For some buying a pint of craft beer is a way to relax and enjoy themselves. For others drinking craft beer is best enjoyed as a process. A process that brings out the best in the beer’s nose, mouthfeel and flavor. The folks over at Wales Online gives this 5 step process as laid out by the UK’s top beer sommeliers.


Most mainstream beers don’t have many hops and are light on the malt front – they’re meant to be drunk cold and quickly.

With craft beer the darker range of malt means a wider variation of flavours.

So sip it and enjoy the range of tastes within – the longer you take , the more the beer’s temperature rise, meaning that every time you go back to it the more aromas you can savour coming out.

2. CHEW IT (yes, really)

The left and right side of your tongue are where the bitter and sweet receptors are located, with salt at the front and the bitterness levels at the very back of the soft palate.

So keep it in your mouth, move it around – it sounds like you need to do it for a long time , but you really don’t.


Without wanting to take anything away from wine, how we’ve been taught to believe it’s the perfect accompaniment with a meal is a bit of a Jedi mind trick.

Bring beer into that equation and you’ve got a whole new experience altogether.

Take cheese for example – let it melt in the ambient temperature of your mouth, then try a white or red wine – you’ll find it won’t cleanse your palate at all.

Whereas the natural carbonation of the beer and the bitterness of the hops cuts right through all that.

It’s also far less calorific than wine should you be watching your waistline


You need to go ‘drink, food, drink’ – that way the the beer hits the palate and lets your senses know what’s coming down the track, then the flavour of the food hits it – BAM!

Follow that by washing your mouthful down with another hit of beer – you’ll be amazed when those two things come together.

That’s why so many gastro pubs are stocking more and more craft ales, they know how good a match they make for their dishes.


For something like barbecue food or a burger try a sweet malty taste – like a Sharp’s Doom Bar.

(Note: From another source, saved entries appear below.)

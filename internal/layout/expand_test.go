package layout

import (
	"math"
	"math/rand/v2"
	"slices"
	"strconv"
	"strings"
	"testing"

	"github.com/scangate/scangate/schema"
)

func timeTable(rows int64, g float64, tiers ...schema.Tier) schema.Table {
	return schema.Table{Name: "t", Rows: rows, GrowthPerYear: g, Partitions: schema.Partitions{Scheme: schema.SchemeTime, Tiers: tiers}}
}

func sum(parts []Partition) int64 {
	var s int64
	for _, p := range parts {
		s += p.Rows
	}
	return s
}

func rowsOf(parts []Partition) []int64 {
	out := make([]int64, len(parts))
	for i, p := range parts {
		out[i] = p.Rows
	}
	return out
}

func TestExpandNoneAndList(t *testing.T) {
	// Spec: none is one partition "all".
	p, err := Expand(schema.Table{Rows: 400_000, Partitions: schema.Partitions{Scheme: schema.SchemeNone}})
	if err != nil || len(p) != 1 || p[0] != (Partition{label: "all", Tier: -1, Rows: 400_000}) {
		t.Fatalf("none: %+v %v", p, err)
	}
	// Spec: list keeps the items in order with their own rows; t.Rows is ignored.
	p, err = Expand(schema.Table{Rows: 1, Partitions: schema.Partitions{Scheme: schema.SchemeList,
		Items: []schema.Item{{Name: "2025", Rows: 70e6}, {Name: "2026", Rows: 80e6}}}})
	if err != nil || len(p) != 2 || p[0] != (Partition{label: "2025", Tier: -1, Rows: 70e6}) || p[1].Name() != "2026" || p[1].Rows != 80e6 {
		t.Fatalf("list: %+v %v", p, err)
	}
}

func TestExpandEven(t *testing.T) {
	// Spec: largest remainder, ties to the lower index: 10 = 4 + 3 + 3.
	p, err := Expand(schema.Table{Rows: 10, Partitions: schema.Partitions{Scheme: schema.SchemeEven, Count: 3}})
	if err != nil || len(p) != 3 || p[0].Rows != 4 || p[1].Rows != 3 || p[2].Rows != 3 || p[2].Name() != "part 3" || p[0].Tier != -1 {
		t.Fatalf("even 10/3: %+v %v", p, err)
	}
	// Spec: sums exactly, up to 10^15 rows.
	for _, c := range []struct {
		rows  int64
		count int
	}{{1e15, 7}, {1e15 + 3, 1_000_000}, {5, 8}, {0, 4}, {40e6, 8}} {
		p, err := Expand(schema.Table{Rows: c.rows, Partitions: schema.Partitions{Scheme: schema.SchemeEven, Count: c.count}})
		if err != nil || len(p) != c.count || sum(p) != c.rows {
			t.Fatalf("even %d/%d: len %d sum %d err %v", c.rows, c.count, len(p), sum(p), err)
		}
		if p[0].Rows-p[len(p)-1].Rows > 1 {
			t.Fatalf("even %d/%d: uneven %d..%d", c.rows, c.count, p[0].Rows, p[len(p)-1].Rows)
		}
	}
}

func TestExpandTimeExact(t *testing.T) {
	// Spec: 365 day periods of 365,000 rows are 1,000 each; only the newest is open.
	p, err := Expand(timeTable(365_000, 0, schema.Tier{Grain: schema.Day, Keep: 365}))
	if err != nil || len(p) != 365 {
		t.Fatalf("%d partitions, %v", len(p), err)
	}
	for i, x := range p {
		if x.Rows != 1000 || x.Open != (i == 0) || x.Tier != 0 {
			t.Fatalf("partition %d: %+v", i, x)
		}
	}
	if p[0].Name() != "day 1" || p[364].Name() != "day 365" {
		t.Errorf("names %q %q", p[0].Name(), p[364].Name())
	}

	// Lengths in 1/48 day: 2 days (48 each) and a week (336), 432 in all.
	// Rows 10: day 10*48/432 = 1.11, week 10*336/432 = 7.78; floors 1+1+7 = 9; the one
	// row left goes to the largest remainder, the week: 1, 1, 8.
	p, _ = Expand(timeTable(10, 0, schema.Tier{Grain: schema.Day, Keep: 2}, schema.Tier{Grain: schema.Week, Keep: 1}))
	if got := rowsOf(p); got[0] != 1 || got[1] != 1 || got[2] != 8 {
		t.Errorf("10 rows over 2 days + 1 week: %v, want [1 1 8]", got)
	}
	if p[2].Name() != "week 1" || p[2].Tier != 1 || p[2].Open {
		t.Errorf("week partition: %+v", p[2])
	}
	// Rows 5: day 240/432 = 0.56 each, week 1680/432 = 3.89; floors 0+0+3; 2 rows left:
	// the week (remainder 384/432) then day 1 (240/432, tied with day 2, lower index wins).
	p, _ = Expand(timeTable(5, 0, schema.Tier{Grain: schema.Day, Keep: 2}, schema.Tier{Grain: schema.Week, Keep: 1}))
	if got := rowsOf(p); got[0] != 1 || got[1] != 0 || got[2] != 4 {
		t.Errorf("5 rows over 2 days + 1 week: %v, want [1 0 4]", got)
	}
	// A month is 365.25/12 days, exactly 1461/48: 12 months of 1461 rows... per 48ths:
	// 12 months + 1 year = 12*1461 + 17532 = 35064; rows 35064 → 1461 each month, 17532 the year.
	p, _ = Expand(timeTable(35064, 0, schema.Tier{Grain: schema.Month, Keep: 12}, schema.Tier{Grain: schema.Year, Keep: 1}))
	if got := rowsOf(p); got[0] != 1461 || got[11] != 1461 || got[12] != 17532 || p[11].Name() != "month 12" || p[12].Name() != "year 1" {
		t.Errorf("months and a year: %v", got)
	}
	// Spec: sums exactly up to 10^15 rows (128-bit quotas).
	for _, rows := range []int64{1e15, 1e15 - 1, 999_999_999_999_989, 7, 0} {
		p, err := Expand(timeTable(rows, 0, schema.Tier{Grain: schema.Day, Keep: 14}, schema.Tier{Grain: schema.Month, Keep: 23},
			schema.Tier{Grain: schema.Quarter, Keep: 5}, schema.Tier{Grain: schema.Year, Keep: 3}))
		if err != nil || sum(p) != rows {
			t.Errorf("rows %d: sum %d err %v", rows, sum(p), err)
		}
	}
}

func TestExpandTimeGrowth(t *testing.T) {
	for _, c := range []struct {
		rows  int64
		g     float64
		tiers []schema.Tier
	}{
		{7_200_000_000, 0.15, []schema.Tier{{Grain: schema.Day, Keep: 14}, {Grain: schema.Month, Keep: 23}}},
		{1e15, 0.15, []schema.Tier{{Grain: schema.Day, Keep: 400_000}, {Grain: schema.Week, Keep: 600_000}}},
		{1e15, 100, []schema.Tier{{Grain: schema.Day, Keep: 1000}, {Grain: schema.Year, Keep: 100}}},
		{1e15, -0.99, []schema.Tier{{Grain: schema.Year, Keep: 100_000}}}, // (1+g)^(-age) = 100^age: overflows without log weights
		{3, 0.5, []schema.Tier{{Grain: schema.Day, Keep: 1000}}},
		{0, 0.5, []schema.Tier{{Grain: schema.Day, Keep: 10}}},
	} {
		p, err := Expand(timeTable(c.rows, c.g, c.tiers...))
		if err != nil || sum(p) != c.rows {
			t.Fatalf("rows %d g %v: sum %d err %v", c.rows, c.g, sum(p), err)
		}
		for i, x := range p {
			if x.Rows < 0 || x.Open != (i == 0) {
				t.Fatalf("rows %d g %v: partition %d %+v", c.rows, c.g, i, x)
			}
		}
	}
	// With growth, older periods of one grain hold fewer rows (within one row of rounding),
	// and the year-old day holds about 1/1.15 of the newest.
	p, _ := Expand(timeTable(365e6, 0.15, schema.Tier{Grain: schema.Day, Keep: 731}))
	for i := 1; i < len(p); i++ {
		if p[i].Rows > p[i-1].Rows+1 {
			t.Fatalf("day %d holds %d, more than day %d (%d)", i+1, p[i].Rows, i, p[i-1].Rows)
		}
	}
	if r := float64(p[365].Rows) / float64(p[0].Rows); math.Abs(r-1/1.15) > 1e-4 {
		t.Errorf("a year older: ratio %v, want %v", r, 1/1.15)
	}
}

func TestExpandMaxPartitions(t *testing.T) {
	huge := []schema.Table{
		timeTable(1e9, 0, schema.Tier{Grain: schema.Day, Keep: math.MaxInt}),
		timeTable(1e9, 0, schema.Tier{Grain: schema.Day, Keep: math.MaxInt}, schema.Tier{Grain: schema.Month, Keep: math.MaxInt}), // the sum overflows an int
		timeTable(1e9, 0.1, schema.Tier{Grain: schema.Day, Keep: 600_000}, schema.Tier{Grain: schema.Week, Keep: 400_001}),
		{Name: "t", Rows: 1e9, Partitions: schema.Partitions{Scheme: schema.SchemeEven, Count: math.MaxInt}},
		{Name: "t", Rows: 1e9, Partitions: schema.Partitions{Scheme: schema.SchemeEven, Count: MaxPartitions + 1}},
	}
	for i, tb := range huge {
		_, err := Expand(tb)
		if err == nil || !strings.Contains(err.Error(), "limit of 1000000") {
			t.Errorf("case %d: error %v, want one naming the limit", i, err)
		}
		// Spec: checked before allocating — only the error itself allocates.
		if a := testing.AllocsPerRun(5, func() { Expand(tb) }); a > 10 {
			t.Errorf("case %d: %v allocations for a rejected table", i, a)
		}
	}
	if _, err := Expand(huge[2]); err == nil || !strings.Contains(err.Error(), "1000001 partitions") {
		t.Errorf("error does not name the count: %v", err)
	}
	// Exactly the limit is fine.
	if p, err := Expand(timeTable(1e9, 0, schema.Tier{Grain: schema.Day, Keep: MaxPartitions})); err != nil || len(p) != MaxPartitions {
		t.Errorf("at the limit: %d %v", len(p), err)
	}
}

func TestExpandRejects(t *testing.T) {
	for i, tb := range []schema.Table{
		{Rows: -1, Partitions: schema.Partitions{Scheme: schema.SchemeNone}},
		{Rows: 1, Partitions: schema.Partitions{Scheme: "hourly"}},
		{Rows: 1, Partitions: schema.Partitions{Scheme: schema.SchemeEven}},
		{Rows: 1, Partitions: schema.Partitions{Scheme: schema.SchemeList}},
		timeTable(1, 0),
		timeTable(1, 0, schema.Tier{Grain: "fortnight", Keep: 3}),
		timeTable(1, 0, schema.Tier{Grain: schema.Day, Keep: 0}),
		timeTable(1, -1, schema.Tier{Grain: schema.Day, Keep: 3}),
		timeTable(1, math.NaN(), schema.Tier{Grain: schema.Day, Keep: 3}),
	} {
		if _, err := Expand(tb); err == nil {
			t.Errorf("case %d: no error", i)
		}
	}
}

func BenchmarkExpandTime(b *testing.B) {
	for _, g := range []float64{0, 0.15} {
		tb := timeTable(1e15, g, schema.Tier{Grain: schema.Day, Keep: MaxPartitions})
		b.Run("growth="+strconv.FormatFloat(g, 'g', -1, 64), func(b *testing.B) {
			for b.Loop() {
				if _, err := Expand(tb); err != nil {
					b.Fatal(err)
				}
			}
		})
	}
}

func TestFixup(t *testing.T) {
	// Float quotas can miss the total either way; fixup must land on it exactly,
	// never below zero, adding to the largest remainders and taking from the smallest.
	for _, c := range []struct {
		floors []int64
		rems   []float64
		rows   int64
		want   []int64
	}{
		{[]int64{1, 1, 1}, []float64{0.2, 0.9, 0.5}, 5, []int64{1, 2, 2}},           // 2 short: the two largest remainders
		{[]int64{1, 1, 1}, []float64{0.5, 0.5, 0.5}, 4, []int64{2, 1, 1}},           // tie: the lower index
		{[]int64{0, 0}, []float64{0.1, 0.2}, 5, []int64{2, 3}},                      // short by more than n: whole rounds first
		{[]int64{3, 3, 3}, []float64{0.2, 0.9, 0.5}, 8, []int64{2, 3, 3}},           // 1 over: the smallest remainder
		{[]int64{3, 3, 3}, []float64{0.5, 0.5, 0.5}, 8, []int64{3, 3, 2}},           // tie: the higher index gives (mirror)
		{[]int64{0, 5, 0}, []float64{0, 0, 0}, 2, []int64{0, 2, 0}},                 // never below zero
		{[]int64{math.MaxInt64, math.MaxInt64}, []float64{0, 0}, 10, []int64{5, 5}}, // the sum overflows an int64
	} {
		f := slices.Clone(c.floors)
		fixup(f, c.rems, c.rows)
		if !slices.Equal(f, c.want) {
			t.Errorf("fixup(%v, %v, %d) = %v, want %v", c.floors, c.rems, c.rows, f, c.want)
		}
	}
}

// Names are built on demand from a prefix and a place: they must be right on both sides
// of every power of ten.
func TestPartitionNames(t *testing.T) {
	// Every numbered partition is named prefix + its 1-based place, across digit counts.
	for _, n := range []int{1, 9, 10, 11, 99, 100, 101, 1000, 100_001} {
		p, err := Expand(schema.Table{Name: "t", Rows: int64(n), Partitions: schema.Partitions{Scheme: schema.SchemeEven, Count: n}})
		if err != nil || len(p) != n {
			t.Fatalf("even %d: %d partitions, %v", n, len(p), err)
		}
		for i := range p {
			if want := "part " + strconv.Itoa(i+1); p[i].Name() != want {
				t.Fatalf("even %d: partition %d is %q, want %q", n, i, p[i].Name(), want)
			}
		}
	}
}

// A period's age is taken at its midpoint (README, "How the numbers are computed"): with
// a day and then a year at growth 99 (x100 a year), the day is 0.5 days old and the year
// 1 + 365.25/2 days, so the year holds 365.25 x 100^-(183.125 - 0.5)/365.25 times the
// day's rows. Ages taken at a period's newer end (0 and 1 day) would give about 10 times
// more; at its older end, about 10 times less.
func TestExpandTimeMidpointAge(t *testing.T) {
	p, err := Expand(timeTable(1e15, 99, schema.Tier{Grain: schema.Day, Keep: 1}, schema.Tier{Grain: schema.Year, Keep: 1}))
	if err != nil {
		t.Fatal(err)
	}
	want := 365.25 * math.Pow(100, -(1+365.25/2-0.5)/365.25)
	if got := float64(p[1].Rows) / float64(p[0].Rows); math.Abs(got/want-1) > 1e-9 {
		t.Errorf("year / day rows = %.12g, want %.12g (ages at the midpoints)", got, want)
	}
	// Weighted by period length alone, no growth: the year is 365.25 days.
	p, err = Expand(timeTable(1e15, 0, schema.Tier{Grain: schema.Day, Keep: 1}, schema.Tier{Grain: schema.Year, Keep: 1}))
	if got := float64(p[1].Rows) / float64(p[0].Rows); err != nil || math.Abs(got/365.25-1) > 1e-9 {
		t.Errorf("no growth: year / day rows = %.12g, want 365.25 (%v)", got, err)
	}
}

// nth is the k-th value of the sorted list (slices.Sort's order, NaN first), on random,
// sorted, reversed and tie-heavy lists, at every rank.
func TestNthIsTheSortedRank(t *testing.T) {
	r := rand.New(rand.NewPCG(7, 11))
	for trial := range 400 {
		n := 1 + r.IntN(90)
		xs := make([]float64, n)
		for i := range xs {
			switch trial % 4 {
			case 0:
				xs[i] = r.Float64()
			case 1:
				xs[i] = float64(i) / float64(n)
			case 2:
				xs[i] = float64(n-i) / float64(n)
			default:
				xs[i] = float64(r.IntN(3)) / 4 // many ties
			}
		}
		if trial%25 == 0 {
			xs[r.IntN(n)] = math.NaN()
		}
		sorted := slices.Clone(xs)
		slices.Sort(sorted)
		for k := range n {
			got, want := nth(slices.Clone(xs), k), sorted[k]
			if got != want && !(math.IsNaN(got) && math.IsNaN(want)) {
				t.Fatalf("trial %d: nth(%v, %d) = %v, want %v", trial, xs, k, got, want)
			}
		}
	}
}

For a fish dish such as tempura prawns crack open a pilsener – it uses a hop called Saaz which has a lemon zest aroma and produces small tight bubbles like the ones you get with champagne.

It helps cut through the batter and leads you to that big fish flavour.

General rule of thumb is ‘the lighter the food the lighter the beer’ – so for middle of the road meals like chicken try a red ale or a nice IPA because the citra hops give it a lovely grapefruity, tropical nose .

And for a rich meaty stew, try stout.